Glenna2/Team-Meeting-2017-11-15

From neicext
Jump to navigation Jump to search


Glenna2 team meeting

Minutes

Meeting Nov-15 2017 at 10:30-11:30 CEST

Present: Ola Spjuth, Matteo Carone, Anders Larsson <anders.larsson@icm.uu.se>; Marco Capuccini <Marco.Capuccini@farmbio.uu.se>; Olli Tourunen ; Risto Laurikainen, Aleksi Kallio, Michaela Barth

Channels: Google Hangouts: https://plus.google.com/hangouts/_/g4g5nyl5glc66wqgbqk4yjvb4ua

1. Review of meeting and News

Focus call on Kubernetes Spjuth Use Case

2. Action points - progress & issues

  • Arrange focus call on OpenShift (AP on Dan) with Staffan and Jonathan


3. Todays topics - issues to discuss:

  • Ola gave a presentation of KubeNow and Phenomenal

Why cloud in the life sciences?

  • Access to resources – Flexible configurations – On-demand – Cost-efficient?
  • Collaborate on international level – Publish/federate data – E.g. Large sequencing initiatives, “move compute to the data”
  • New types of analysis environments

– Hadoop/Spark/Flink etc. – Microservices, Docker, Kubernetes, Mesos 14

MicroServices

  • Decompose functionality into smaller, loosely coupled, on-demand services communicating via an API – “Do one thing and do it well”
    • Services are easy to replace, language-agnostic
    • Minimize risk, maximize agility
    • Suitable for loosely coupled teams
    • Portable - easy to scale
    • Multiple services can be chained into larger tasks Software containers (e.g. Docker) are ideal for microservices!

PhenoMeNal

  • Horizon 2020 project, 2015-2018
    • Virtual Research Environments (VRE), Microservices, Workflows
    • Towards interoperable and scalable Metabolomics data analysis
    • Private environments for sensitive data http://phenomenal-h2020.eu/ DockerHub Virtual Infrastructure GitHub


M. Capuccini:

  • EasyMapReduce has been developed for scientific applications.
  • High-throughput methods produced massive datasets using frameworks like Spark and Hadoop for high-throughput analysis.
  • sometimes the effort of reimplementing scientific tools in Spark or Hadoop can't be sustained by research groups.

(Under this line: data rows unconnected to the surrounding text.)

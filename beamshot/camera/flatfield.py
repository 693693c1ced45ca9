"""Flat field: a smooth vignetting model fitted to a photo of an evenly lit white target.

Model (radially symmetric about the image centre, r normalised to the half-diagonal): the
gain that undoes the fall-off, ``G(r) = 1 / V(r) = 1 + b1 r^2 + b2 r^4 + b3 r^6``, fitted by
weighted least squares to block means of the linear luminance and normalised to 1 on the
optical axis.  A polynomial in r^2 for 1/V represents natural vignetting exactly:
``1 / cos^4(alpha) = (1 + tan^2 alpha)^2`` with ``tan alpha`` proportional to r (pinhole).  Dividing a linear image by V
removes natural cos^4 fall-off and lens/processing vignetting (flat-field correction as in
EMVA 1288 terminology: the gain non-uniformity part).

The same model can also be fitted without a flat photo, from two or more beam photos with the
camera turned between them: :mod:`beamshot.camera.turned_flat`.  ``method`` says which, and
``max_radius`` how far out (fraction of the half-diagonal) the data reached; beyond it the
polynomial is extrapolated.
"""

from __future__ import annotations

from dataclasses import dataclass

import numpy as np

__all__ = ["FlatField", "fit_flat_field"]

_BLOCKS = 48
#: A flat whose blocks depart from the smooth radial model by more than this (RMS, relative) holds
#: structure - a beam, a shadow, uneven lighting - and is refused.
FLAT_MAX_RESIDUAL = 0.05
#: The model may rise above its centre value by at most this much anywhere in the frame: lens
#: shading falls off from the centre; a flat brighter at its edges was lit unevenly.
FLAT_MAX_RISE = 0.05
#: A fall-off below this fraction of the centre anywhere in the frame is not a lens's shading (an ultra-wide
#: lens of 13 mm equivalent has cos^4 = 0.07 at its corners by the cos^4 law alone).
FLAT_MIN_FALLOFF = 0.02


@dataclass(frozen=True)
class FlatField:
    """Coefficients ``(b1, b2, b3)`` of G(r) = 1/V(r) and the RMS residual of the fit (relative).

    ``shape`` is the full photo size ``(h, w)``; ``method`` how the model was found ("flat photo"
    or "turned camera"); ``max_radius`` the largest radius the data covered.
    """

    coefficients: tuple[float, float, float]
    residual_rms: float
    shape: tuple[int, int]
    method: str = "flat photo"
    max_radius: float = 1.0

    def evaluate(self, shape: tuple[int, int]) -> np.ndarray:
        """V at the centres of an image of ``shape`` (same aspect as the flat), float32."""
        h, w = shape
        y, x = np.mgrid[0:h, 0:w].astype(np.float64)
        r2 = ((x - (w - 1) / 2) ** 2 + (y - (h - 1) / 2) ** 2) / (((w - 1) / 2) ** 2 + ((h - 1) / 2) ** 2)
        b1, b2, b3 = self.coefficients
        return (1.0 / (1 + b1 * r2 + b2 * r2**2 + b3 * r2**3)).astype(np.float32)


def fit_flat_field(luminance: np.ndarray) -> FlatField:
    """Fit V(r) to a linear luminance image of a flat target, shape ``(h, w)``."""
    h, w = luminance.shape
    bh, bw = max(1, h // _BLOCKS), max(1, w // _BLOCKS)
    nh, nw = h // bh, w // bw
    blocks = luminance[: nh * bh, : nw * bw].reshape(nh, bh, nw, bw).mean(axis=(1, 3)).astype(np.float64)
    y = (np.arange(nh) + 0.5) * bh - 0.5
    x = (np.arange(nw) + 0.5) * bw - 0.5
    yy, xx = np.meshgrid(y, x, indexing="ij")
    r2 = ((xx - (w - 1) / 2) ** 2 + (yy - (h - 1) / 2) ** 2) / (((w - 1) / 2) ** 2 + ((h - 1) / 2) ** 2)
    b = blocks.ravel()
    if not np.all(b > 0):
        from ..errors import BeamshotError

        raise BeamshotError("flat field: parts of the flat photo are black; light the target evenly and expose it well")
    a = np.c_[np.ones(r2.size), r2.ravel(), r2.ravel() ** 2, r2.ravel() ** 3]
    # fit 1/b ~ G/k, weighting by b so that every block counts by its relative error
    coef, *_ = np.linalg.lstsq(a * b[:, None], np.ones_like(b), rcond=None)
    c0 = coef[0]
    model = 1.0 / (a @ coef)
    resid = float(np.sqrt(np.mean((b / model - 1) ** 2)))
    ff = FlatField(coefficients=tuple(float(c / c0) for c in coef[1:]), residual_rms=resid, shape=(h, w))
    check_flat(ff, blocks)
    return ff


def check_flat(ff: FlatField, blocks: np.ndarray) -> None:
    """Refuse a flat that is not a lens's smooth radial fall-off (one line saying why)."""
    from ..errors import BeamshotError

    fix = "photograph an evenly lit white target (or a white screen) that fills the view, light off the beam"
    peak_block = float(np.max(blocks) / np.median(blocks))
    if ff.residual_rms > FLAT_MAX_RESIDUAL:
        why = ("a bright spot - a beam? - is in it" if peak_block > 2.0 else "it has strong structure (a shadow, "
               "an edge or uneven lighting)")
        raise BeamshotError(f"flat field: the photo departs from a smooth radial fall-off by {ff.residual_rms:.0%} "
                            f"RMS (at most {FLAT_MAX_RESIDUAL:.0%} expected); {why}; {fix}")
    r2 = np.linspace(0.0, 1.0, 101)
    b1, b2, b3 = ff.coefficients
    v = 1.0 / (1 + b1 * r2 + b2 * r2**2 + b3 * r2**3)
    if not np.all(np.isfinite(v)) or np.any(v <= 0) or v.max() > 1 + FLAT_MAX_RISE:
        raise BeamshotError(f"flat field: the photo is brighter toward its edges than at its centre (by "
                            f"{max(v.max() - 1, 0):.0%}); lens shading falls off from the centre, so the target was "
                            f"lit unevenly; {fix}")
    if v.min() < FLAT_MIN_FALLOFF:
        raise BeamshotError(f"flat field: the photo falls to {v.min():.0%} of its centre toward the corners, far more "
                            f"than a lens's shading; {fix}")
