"""Flat field from the beam photos themselves: the camera turned on its tripod between photos.

Physics
-------
A camera turned about its centre of projection (a pan or tilt on the tripod head, no
translation) sees every wall point along the *same* line of sight before and after the turn, so
the point sends the same luminance toward the lens in both photos, whatever the wall's
reflectance or gloss.  Only where it lands in the frame changes.  With a pinhole camera of
intrinsic matrix ``K = [[f, 0, cx], [0, f, cy], [0, 0, 1]]`` (f in pixels from the focal length
in EXIF or given; principal point at the image centre), pixel ``x`` of photo *i* and pixel
``x'`` of photo *j* showing the same wall point are related by the homography of a pure
rotation (Hartley & Zisserman, *Multiple View Geometry*, 2nd ed. 2004, sec. 8.4.5, "from
memory" for the section number)::

    x' ~ H x,   H = K R K^-1,   R = R_j R_i^T   (R_k: rotation of photo k relative to photo 0).

A linear pixel value is ``v_k(x) = e_k V(x) L(x)``: wall luminance L, exposure factor ``e_k``
(t S / N^2, ISO 12232) and the lens shading V (natural cos^4 fall-off and lens/processing
vignetting), the same function of the position in the frame in every photo.  Taking logs and
subtracting, L cancels::

    log v_i(x) - log v_j(H x) = (c_i - c_j) + log V(x) - log V(H x),   c_k = log e_k,

the relation used by Goldman & Chen ("Vignette and exposure calibration and compensation",
ICCV 2005, from memory) and by panorama stitchers to remove vignetting.  V is the radial model
of :mod:`beamshot.camera.flatfield`, ``1/V = 1 + b1 r^2 + b2 r^4 + b3 r^6`` (r normalised to
the half-diagonal; natural cos^4 fall-off is exactly of this form for a pinhole, since
``1/cos^4 a = (1 + tan^2 a)^2``).  V(0) = 1 by definition; the unknown exposure offsets
``c_k`` (k >= 1, c_0 = 0) absorb any overall brightness change between photos.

EasyMapReduce aims to provide the means to run existing serial tools in MapReduce fashion. Many of the available scientific tools are trivially parallelizable, MapReduce can be used to parallelize the computation.

  • it's difficult for the system administrator to maintain software, which may be installed on each node of the cluster, in multiple version.
  • Instead of running commands straight on the compute nodes, EasyMapReduce starts a user-provided Docker image that wraps a specific tool and all of its dependencies, and it runs the command inside the Docker container.
  • The data goes from Spark through the Docker container, and back to Spark after being processed, via Unix files.

If the TMPDIR environment variable in the worker nodes points to a tmpfs very little overhead will occur.